##### Task inputs #####

import { useQueryClient } from '@tanstack/react-query';
import { useState, type ReactNode } from 'react';
import { Link, useParams } from 'react-router-dom';
import { SEX_LABEL, STAGE_LABEL } from '#shared/domain/animal-facts';
import type { SaleDetail } from '#shared/schemas/sales';
import { NoCollection } from '@/app/layout/no-collection';
import { useShell } from '@/app/layout/use-shell';
import { Button } from '@/components/ui/button';
import { Notice } from '@/components/ui/notice';
import { Loading } from '@/components/ui/spinner';
import { TextField } from '@/components/ui/text-field';
import { CareSheetLinks } from '@/features/listings/components/care-sheet-links';
import { InvoicePayment } from '@/features/payments/components/invoice-payment';
import { invoicePdfUrl, useSale, useSaleChanges } from '@/features/sales/api/sales-api';
import { InvoiceSummary, NewInvoiceForm } from '@/features/sales/components/invoice-panel';
import { money, SALE_STATUS_WORDS } from '@/features/sales/components/sales-words';
import {
  ShippingCaution,
  ShippingCheck,
  ShippingForm,
} from '@/features/sales/components/shipping-panel';
import { useTemperatureUnit } from '@/lib/preferences';
import { queryKeys } from '@/lib/query-keys';

/** One sale: its animals, buyer, hold, invoice, shipping and the hand-over. */
export function SalesDetailRoute() {
  const { collection } = useShell();
  const { saleId = '' } = useParams();
  if (!collection) return <NoCollection />;
  if (collection.role === 'helper')
    return <Notice tone="info" title="Sales are kept by the collection’s owner and keepers." />;
  return <Sale collectionId={collection.collectionId} saleId={saleId} />;
}

function Section({ title, id, children }: { title: string; id: string; children: ReactNode }) {
  return (
    <section
      aria-labelledby={id}
      className="flex flex-col gap-3 rounded-2xl border-2 border-border bg-surface p-3"
    >
      <h2 id={id} className="text-xl font-extrabold">
        {title}
      </h2>
      {children}
    </section>
  );
}

function Sale({ collectionId, saleId }: { collectionId: string; saleId: string }) {
  const sale = useSale(collectionId, saleId);
  const changes = useSaleChanges(collectionId, saleId);
  const [unit] = useTemperatureUnit();
  const queryClient = useQueryClient();
  if (sale.isPending) return <Loading />;
  if (sale.isError) return <Notice tone="error" title={sale.error.message} />;
  const s = sale.data;
  const open = s.status === 'reserved';
  const invoice = s.invoice;
  const paidInFull = invoice?.status === 'paid';
  return (
    <div className="flex flex-col gap-4">
      <Link
        to="/sales"
        className="inline-flex min-h-target items-center font-bold underline underline-offset-4"
      >
        ← Sales
      </Link>
      <h1 className="text-3xl font-extrabold">
        {s.buyer.name} · {SALE_STATUS_WORDS[s.status]}
      </h1>
      <p className="text-lg">
        {s.animalCount} {s.animalCount === 1 ? 'animal' : 'animals'} ·{' '}
        {money(s.priceMinor, s.currency)}
      </p>

      <Section title="Animals" id="sale-animals">
        <ul className="flex flex-col gap-1">
          {s.animals.map((a) => (
            <li key={a.id} className="flex flex-col gap-1">
              <Link
                to={`/animals/${a.id}`}
                className="flex min-h-target flex-col rounded-xl border-2 border-border px-3 py-2"
              >
                <span className="font-bold underline underline-offset-4">
                  {a.labelCode} · <i>{a.scientificName}</i>
                </span>
                <span className="text-sm text-muted">
                  {STAGE_LABEL[a.lifeStage]} · {SEX_LABEL[a.sex]}
                  {a.sizeMm !== null ? ` · ${a.sizeMm} mm` : ''} · {money(a.priceMinor, a.currency)}
                  {a.released ? ' · released' : ''}
                </span>
              </Link>
              {/* What the buyer gets with the animal (and in the shipping note's attachments). */}
              {!a.released && <CareSheetLinks collectionId={collectionId} animalId={a.id} />}
            </li>
          ))}
        </ul>
      </Section>

      <Section title="Buyer" id="sale-buyer">
        <p className="font-bold">{s.buyer.name}</p>
        {s.buyer.email && <p>{s.buyer.email}</p>}
        {s.buyer.phone && <p>{s.buyer.phone}</p>}
        {s.buyer.address && <p className="whitespace-pre-line">{s.buyer.address}</p>}
      </Section>

      {open && (
        <Section title="Hold" id="sale-hold">
          <Hold sale={s} changes={changes} />
        </Section>
      )}

      <Section title="Invoice" id="sale-invoice">
        {invoice ? (
          <>
            <InvoiceSummary invoice={invoice} />
            <InvoicePayment
              collectionId={collectionId}
              invoice={invoice}
              onChanged={() =>
                void queryClient.invalidateQueries({ queryKey: queryKeys.sales.all(collectionId) })
              }
            />
            <a
              href={invoicePdfUrl(collectionId, invoice.id)}
              target="_blank"
              rel="noreferrer"
              className="inline-flex min-h-target items-center justify-center rounded-xl border-2 border-border px-4 font-bold"
            >
              Open the invoice PDF
            </a>
            {changes.emailInvoice.error && (
              <Notice tone="error" title={changes.emailInvoice.error.message} />
            )}
            {changes.emailInvoice.isSuccess && (
              <Notice tone="ok" title="The invoice went to the buyer." />
            )}
            {invoice.status !== 'cancelled' && (
              <div className="flex flex-wrap gap-2">
                <Button
                  variant="secondary"
                  busy={changes.emailInvoice.isPending}
                  onClick={() => changes.emailInvoice.mutate(invoice.id)}
                >
                  E-mail to the buyer
                </Button>
                {open && (
                  <Button
                    variant="danger"
                    busy={changes.cancelInvoice.isPending}
                    onClick={() => {
                      if (window.confirm(`Cancel invoice ${invoice.number}?`))
                        changes.cancelInvoice.mutate(invoice.id);
                    }}
                  >
                    Cancel the invoice
                  </Button>
                )}
              </div>
            )}
            {changes.cancelInvoice.error && (
              <Notice tone="error" title={changes.cancelInvoice.error.message} />
            )}
          </>
        ) : open ? (
          <NewInvoiceForm
            currency={s.currency}
            busy={changes.invoice.isPending}
            error={changes.invoice.error?.message ?? null}
            onSubmit={(body) => changes.invoice.mutate(body)}
          />
        ) : (
          <p className="text-muted">No invoice.</p>
        )}
      </Section>

      {(open || s.status === 'shipped') && (
        <Section title="Shipping" id="sale-shipping">
          <ShippingCaution text={s.shipping.caution} />
          {open ? (
            <>
              <ShippingForm
                key={`${s.shipping.shipOn}-${s.shipping.forecastLowC}-${s.shipping.forecastHighC}`}
                shipping={s.shipping}
                unit={unit}
                busy={changes.shipping.isPending}
                error={changes.shipping.error?.message ?? null}
                onSubmit={(body) => changes.shipping.mutate(body)}
              />
              <h3 className="text-lg font-extrabold">Shipping check</h3>
              <ShippingCheck
                shipping={s.shipping}
                unit={unit}
                busy={changes.confirm.isPending}
                error={changes.confirm.error?.message ?? null}
                onConfirm={(anyway) => changes.confirm.mutate(anyway)}
              />
              <h3 className="text-lg font-extrabold">Hand over</h3>
              {!paidInFull && (
                <p className="text-muted">The animals ship once the invoice is paid in full.</p>
              )}
              {changes.ship.error && <Notice tone="error" title={changes.ship.error.message} />}
              <Button
                wide
                busy={changes.ship.isPending}
                disabled={!paidInFull || !s.shipping.confirmedAt}
                onClick={() =>
                  changes.ship.mutate(undefined, {
                    onSuccess: () =>
                      void queryClient.invalidateQueries({
                        queryKey: queryKeys.animals.all(collectionId),
                      }),
                  })
                }
              >
                Shipped: mark the animals sold
              </Button>
            </>
          ) : (
            <p>
              Shipped {s.shipping.shipOn ?? ''}
              {s.shipping.carrier ? ` with ${s.shipping.carrier}` : ''}
              {s.shipping.tracking ? ` (tracking ${s.shipping.tracking})` : ''}. The animals are
              retired as sold; their history stays.
            </p>
          )}
        </Section>
      )}
    </div>
  );
}

function Hold({ sale, changes }: { sale: SaleDetail; changes: ReturnType<typeof useSaleChanges> }) {
  const [until, setUntil] = useState(sale.reservedUntil);
  return (
    <div className="flex flex-col gap-2">
      <p>
        Held until the end of {sale.reservedUntil}. Without money received, the animals are free
        again the day after.
      </p>
      <TextField
        label="Hold until (last day)"
        type="date"
        value={until}
        onChange={(e) => setUntil(e.target.value)}
      />
      {changes.patch.error && <Notice tone="error" title={changes.patch.error.message} />}
      <div className="flex flex-wrap gap-2">
        <Button
          variant="secondary"
          busy={changes.patch.isPending}
          onClick={() => changes.patch.mutate({ reservedUntil: until })}
        >
          Change the hold
        </Button>
        <Button
          variant="danger"
          busy={changes.cancel.isPending}
          onClick={() => {
            if (window.confirm('Cancel this sale? Its animals become available again.'))
              changes.cancel.mutate();
          }}
        >
          Cancel the sale
        </Button>
      </div>
      {changes.cancel.error && <Notice tone="error" title={changes.cancel.error.message} />}
    </div>
  );
}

#####

**Task statement**
Take each line above that holds the string "extrabold" and copy it.

**Task solution**
      <h2 id={id} className="text-xl font-extrabold">
      <h1 className="text-3xl font-extrabold">
              <h3 className="text-lg font-extrabold">Shipping check</h3>
              <h3 className="text-lg font-extrabold">Hand over</h3>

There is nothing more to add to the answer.